In future, it is predicted that data will play a more proactive role in HR practice, ultimately being used in predictive ways to develop greater understanding and impact for the HR function overall.
Following the focus on CX
The below chart shows that customer experience is still seen as the biggest opportunity for businesses – above and beyond other factors such as creating compelling content or data-driven marketing.
In turn, CX is also driving change in the processes, structures and practices across organisations as a whole – including HR.
Whether it is finding ways to reinforce a collaborative culture or breaking down department barriers, the implications for HR are essentially a greater need to support cross-company collaboration and to facilitate change.
Improving digital literacy
Despite 71% of respondents in a survey saying that it is very important for business leaders to be technology-literate, just 28% said that they believe that is the case within their current organisation.

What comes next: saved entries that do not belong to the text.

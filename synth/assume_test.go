package synth

import (
	"context"
	"slices"
	"testing"

	"offplane/scenarios"
	"offplane/synth/obs"
)

func expose(t *testing.T, as Assume, set ...string) *Exposed {
	t.Helper()
	all := append([]string{"image.from=269 deg", "image.to=271 deg", "image.outer=1.1 Rsun", "camera.duration=12 min", "camera.second_line=4", "camera.noise=true"}, set...)
	s, light := load(t, "plane-wave", all...)
	c, err := NewSceneAs(context.Background(), s, light, 1, as)
	if err != nil {
		t.Fatal(err)
	}
	e, _, err := c.Expose(context.Background(), 1, nil)
	if err != nil {
		t.Fatal(err)
	}
	return e
}

func sameFrames(t *testing.T, what string, a, b *obs.Observation) {
	t.Helper()
	for l := range a.Frames {
		if !slices.Equal(a.Frames[l].Data, b.Frames[l].Data) {
			t.Errorf("%s: frames of line %d differ", what, l+1)
		}
		for k := range a.Mean[l] {
			if !slices.Equal(a.Mean[l][k], b.Mean[l][k]) {
				t.Errorf("%s: means of line %d differ", what, l+1)
			}
		}
	}
}

// Light that was exposed once gives, with a camera of fewer stages, the frames of a
// scene that has this camera, as often as one likes.
func TestDevelopAgain(t *testing.T) {
	ctx := context.Background()
	optics := []string{"camera.point_spread=6 arcsec", "camera.scatter={share: 0.05}", "camera.pointing={jitter: 2 arcsec}"}
	detector := []string{"camera.flat_field=0.01"}
	e := expose(t, Assume{}, slices.Concat(optics, detector)...)
	blind := e.c.s.Camera
	blind.PointSpread, blind.Scatter, blind.Pointing = 0, nil, nil
	even := e.c.s.Camera
	even.FlatField = 0
	for _, q := range []struct {
		name   string
		camera scenarios.Camera
		set    []string
	}{{"all stages", e.c.s.Camera, slices.Concat(optics, detector)}, {"no optics", blind, append(detector, "camera.point_spread=0 arcsec")}, {"no flat field", even, optics}} {
		got, err := e.Develop(ctx, q.camera, true, 1)
		if err != nil {
			t.Fatal(err)
		}
		f := expose(t, Assume{}, q.set...)
		want, err := f.develop(ctx, 1)
		if err != nil {
			t.Fatal(err)
		}
		sameFrames(t, q.name, got, want)
	}
}

// Scenes whose drivers hold the same delay and lead see the same waves: a tuning that is
// exposed when the frame begins sees the same with the others at once or after it.
func TestScenesShareTheirWaves(t *testing.T) {
	as := Assume{Delay: 3600, Lead: 20}
	off := []string{"camera.noise=false", "camera.point_spread=0 arcsec"}
	once, after := expose(t, as, off...), expose(t, as, append(off, "camera.sequential=true")...)
	for i := range once.raw[0].Pixels {
		if !slices.Equal(once.raw[0].Series(i, 0), after.raw[0].Series(i, 0)) {
			t.Fatalf("pixel %d sees other waves", i)
		}
	}
	if slices.Equal(once.raw[0].Series(0, 2), after.raw[0].Series(0, 2)) {
		t.Error("the last tuning sees the waves of the first")
	}
}

// Pieces hold all frames, in their order, and their own means and log.
func TestPiece(t *testing.T) {
	o, err := expose(t, Assume{}).develop(context.Background(), 1)
	if err != nil {
		t.Fatal(err)
	}
	for k := range 2 {
		p := Piece(o, k, 2)
		for l, c := range o.Frames {
			n := c.Frames / 2
			for f, e := range p.LineExposures(l + 1) {
				whole := o.LineExposures(l + 1)[k*n+f]
				if e.Frame != f || e.Time != whole.Time-float64(k)*360 {
					t.Errorf("piece %d, line %d, frame %d is logged as frame %d at %g s", k, l+1, f, e.Frame, e.Time)
				}
			}
			for i := range c.Pixels {
				if !slices.Equal(p.Frames[l].Series(i, 1), c.Series(i, 1)[k*n:(k+1)*n]) {
					t.Fatalf("piece %d of line %d has other frames", k, l+1)
				}
			}
		}
		if p.Grid.Duration != 360 || p.Mean[0][0][0] == o.Mean[0][0][0] {
			t.Errorf("piece %d: duration %g s, means of the whole", k, p.Grid.Duration)
		}
	}
}

// A plane of the sky as bright as its line of sight has the first line's radiance of
// the whole column and keeps the ratio of the plane.
func TestBrightPlane(t *testing.T) {
	s, light := load(t, "sphere", "image.from=269 deg", "image.to=271 deg", "image.outer=1.1 Rsun")
	full := scene(t, s, light)
	plane := *s
	plane.Sight.Plane = true
	bright, err := NewSceneAs(context.Background(), &plane, light, 1, Assume{Corona: full.Corona, Bright: new(Columns)})
	if err != nil {
		t.Fatal(err)
	}
	ray, err := full.ray(1.07, 0, nil)
	if err != nil {
		t.Fatal(err)
	}
	sum := 0.0
	for i := range ray {
		sum += ray[i].j[0] * ray[i].dx
	}
	for range 2 { // the second time from the columns
		one, err := bright.ray(1.07, 0, nil)
		if err != nil {
			t.Fatal(err)
		}
		if len(one) != 1 || one[0].x != 0 || one[0].j[0]*one[0].dx < 0.999999*sum || one[0].j[0]*one[0].dx > 1.000001*sum {
			t.Errorf("%d samples, radiance %g, column %g", len(one), one[0].j[0]*one[0].dx, sum)
		}
	}
}
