package synth

import (
	"math"
	"slices"

	"offplane/scenarios/units"
	"offplane/synth/camera"
	"offplane/synth/filter"
	"offplane/synth/kernel"
	"offplane/synth/wave"
)

// lightSpeed in km/s.
const lightSpeed = units.LightSpeed / kms

// A lamp adds up the light of the samples of neighbouring rays over the frames. It holds
// the scratch space of one worker.
type lamp struct {
	c      *Scene
	frames int
	second []int // frames at which the second line is exposed

	// The moments within a frame at which anything is exposed [s], and which of them is
	// that of a line and tuning.
	leads []float64
	lead  [2][]int

	waves    *wave.Bundle
	trains   []train
	atSecond []float32
	groups   []beam
	glow     [2]glow

	lyot   [2]filter.Birefringent // without stages: unused
	series []float64
}

// A beam is the light of kernel.Rays rays by line and tuning, frame by frame.
type beam [2][][]float32

// A glow is how the samples of a batch shine in a line: either a Gaussian or a sum of
// cosines of the velocity from a tuning.
type glow struct {
	amp, inv, flow [kernel.Lanes]float32
	cosine         []float32 // points
	period         float32   // inverse
}

func (c *Scene) newLamp(plan *camera.Schedule) *lamp {
	l := &lamp{c: c, frames: Frames(c.s), second: plan.Second}
	for line := range 2 {
		for _, t := range plan.Delay {
			if line == 1 {
				t += plan.After
			}
			k := slices.Index(l.leads, t)
			if k < 0 {
				k = len(l.leads)
				l.leads = append(l.leads, t)
			}
			l.lead[line] = append(l.lead[line], k)
		}
	}
	l.waves = c.Driver.NewBundle(l.leads)
	l.atSecond = make([]float32, len(l.second)*kernel.Lanes)
	if n := c.s.Camera.Stages; n > 0 {
		for line := range 2 {
			l.lyot[line] = filter.NewBirefringent(n, float64(c.s.Camera.Filter)*lightSpeed/c.light.Rest[line])
			l.glow[line].period = float32(1 / l.lyot[line].Period)
		}
	}
	return l
}

// dark returns n groups without light.
func (l *lamp) dark(n int) []beam {
	for len(l.groups) < n {
		var g beam
		for range l.c.tunings[0] {
			g[0] = append(g[0], make([]float32, l.frames*kernel.Rays))
			g[1] = append(g[1], make([]float32, len(l.second)*kernel.Rays))
		}
		l.groups = append(l.groups, g)
	}
	for _, g := range l.groups[:n] {
		for line := range g {
			for _, a := range g[line] {
				clear(a)
			}
		}
	}
	return l.groups[:n]
}

// A batch is two samples of every ray of a group; nil: none.
type batch [kernel.Lanes]*sample

// shine makes the radiance [erg cm^-2 s^-1 sr^-1] of neighbouring rays through every
// tuning: the sum over samples of each sample's own Gaussian, shifted by
// its own velocity at each tuning's own time, through the filter. Nothing is expanded;
// the functions of package kernel are good to 2e-6.
//
// The loop over depth is outside and that over rays inside, so that neighbours find
// the driver's spectra in the cache; each ray adds its samples from back to front.
func (l *lamp) shine(rays [][]sample) {
	groups := l.dark((len(rays) + kernel.Rays - 1) / kernel.Rays)
	back, front := 0, 0 // samples behind and before the plane of the sky
	plane := make([]int, len(rays))
	for i, r := range rays {
		for r[plane[i]].x < 0 {
			plane[i]++
		}
		back, front = max(back, plane[i]), max(front, len(r)-plane[i])
	}
	for k := -(back + 1) &^ 1; k < front; k += 2 {
		for g := range groups {
			var b batch
			lit := false
			first := g * kernel.Rays
			for i, r := range rays[first:min(first+kernel.Rays, len(rays))] {
				for side := range 2 {
					if q := plane[first+i] + k + side; q >= 0 && q < len(r) {
						b[side*kernel.Rays+i] = &r[q]
						lit = true
					}
				}
			}
			if lit {
				l.move(&b)
				l.emit(groups[g], &b)
			}
		}
	}
}

// move gives every lane the waves of its sample.
func (l *lamp) move(b *batch) {
	l.waves.Clear()
	for i, s := range b {
		if s == nil {
			continue
		}
		l.trains = l.c.trains(&s.point, l.trains)
		for n, t := range l.trains {
			l.waves.Add(i, n, t.colatitude, t.azimuth, t.dir, t.tau, [2]float64{s.los[0] * t.factor, s.los[1] * t.factor})
		}
	}
}

// emit adds the light of the samples that move with the waves.
func (l *lamp) emit(to beam, b *batch) {
	for line := range 2 {
		l.kindle(line, b)
	}
	for lead := range l.leads {
		l.expose(to, lead, l.waves.Velocity(lead))
	}
}

// kindle prepares how the samples shine in a line.
func (l *lamp) kindle(line int, b *batch) {
	c, g := l.c, &l.glow[line]
	*g = glow{cosine: g.cosine[:0], period: g.period}
	wf := c.filter
	if line == 1 {
		wf *= c.light.Rest[0] / c.light.Rest[1] // one filter in nm is two in km/s
	}
	for i, s := range b {
		if s == nil {
			continue
		}
		g.flow[i] = float32(s.flow)
		energy := s.j[line] * s.dx
		if c.s.Camera.Stages == 0 {
			// Peak transmission times the share of the line that passes: filter.Gaussian at
			// the line's own centre.
			g.amp[i] = float32(energy * filter.Gaussian(0, 0, s.width, wf))
			g.inv[i] = float32(1 / math.Sqrt(s.width*s.width+wf*wf))
			continue
		}
		l.series = l.lyot[line].Series(l.series, s.width)
		for m, x := range l.series {
			if m*kernel.Lanes == len(g.cosine) {
				g.cosine = append(g.cosine, make([]float32, kernel.Lanes)...)
			}
			g.cosine[m*kernel.Lanes+i] = float32(energy * x)
		}
	}
}

// expose adds the light of the samples through all tunings that are exposed at a lead,
// when they move with v.
func (l *lamp) expose(to beam, lead int, v []float32) {
	for line := range 2 {
		if line == 1 && slices.Contains(l.lead[1], lead) {
			for t, f := range l.second {
				copy(l.atSecond[t*kernel.Lanes:(t+1)*kernel.Lanes], v[f*kernel.Lanes:])
			}
			v = l.atSecond
		}
		for k, at := range l.lead[line] {
			if at == lead {
				l.filter(to, line, k, v)
			}
		}
	}
}

// filter adds the light of the samples through one tuning.
func (l *lamp) filter(to beam, line, tuning int, v []float32) {
	g := &l.glow[line]
	offset := float32(l.c.tunings[line][tuning])
	var d [kernel.Lanes]float32
	for i, flow := range g.flow {
		d[i] = offset - flow
	}
	switch {
	case l.c.s.Camera.Stages == 0:
		kernel.Profile(to[line][tuning], v, &g.amp, &d, &g.inv)
	case len(g.cosine) > 0:
		kernel.Cosines(to[line][tuning], v, g.cosine, &d, g.period)
	}
}

// take copies the light of up to kernel.Rays rays, of a group, through a tuning into
// their series.
func (l *lamp) take(series [][]float32, group, line, tuning int) {
	a := l.groups[group][line][tuning]
	for t := range len(a) / kernel.Rays {
		point := (*[kernel.Rays]float32)(a[t*kernel.Rays:])
		for i, s := range series {
			s[t] = point[i]
		}
	}
}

This is clearly one area that senior professionals need to work on, however it’s not just about improving technology knowledge in an operational sense.
Rather, senior professionals need to understand the potential, integration and application of technologies, with the separation and clear distinction of these three contexts being key.
Recognising the employee experience
While CX is often cited as the main catalyst for digital transformation, many professionals are beginning to recognise that employee engagement is also a core component.
In other words, true transformation is about more than just technical expertise and channels, or indeed marketing and CX. It is about how organisations respond appropriately to the challenges and opportunities that the digital world creates, or in other words, how they reshape the way in which teams work, collaborate and behave.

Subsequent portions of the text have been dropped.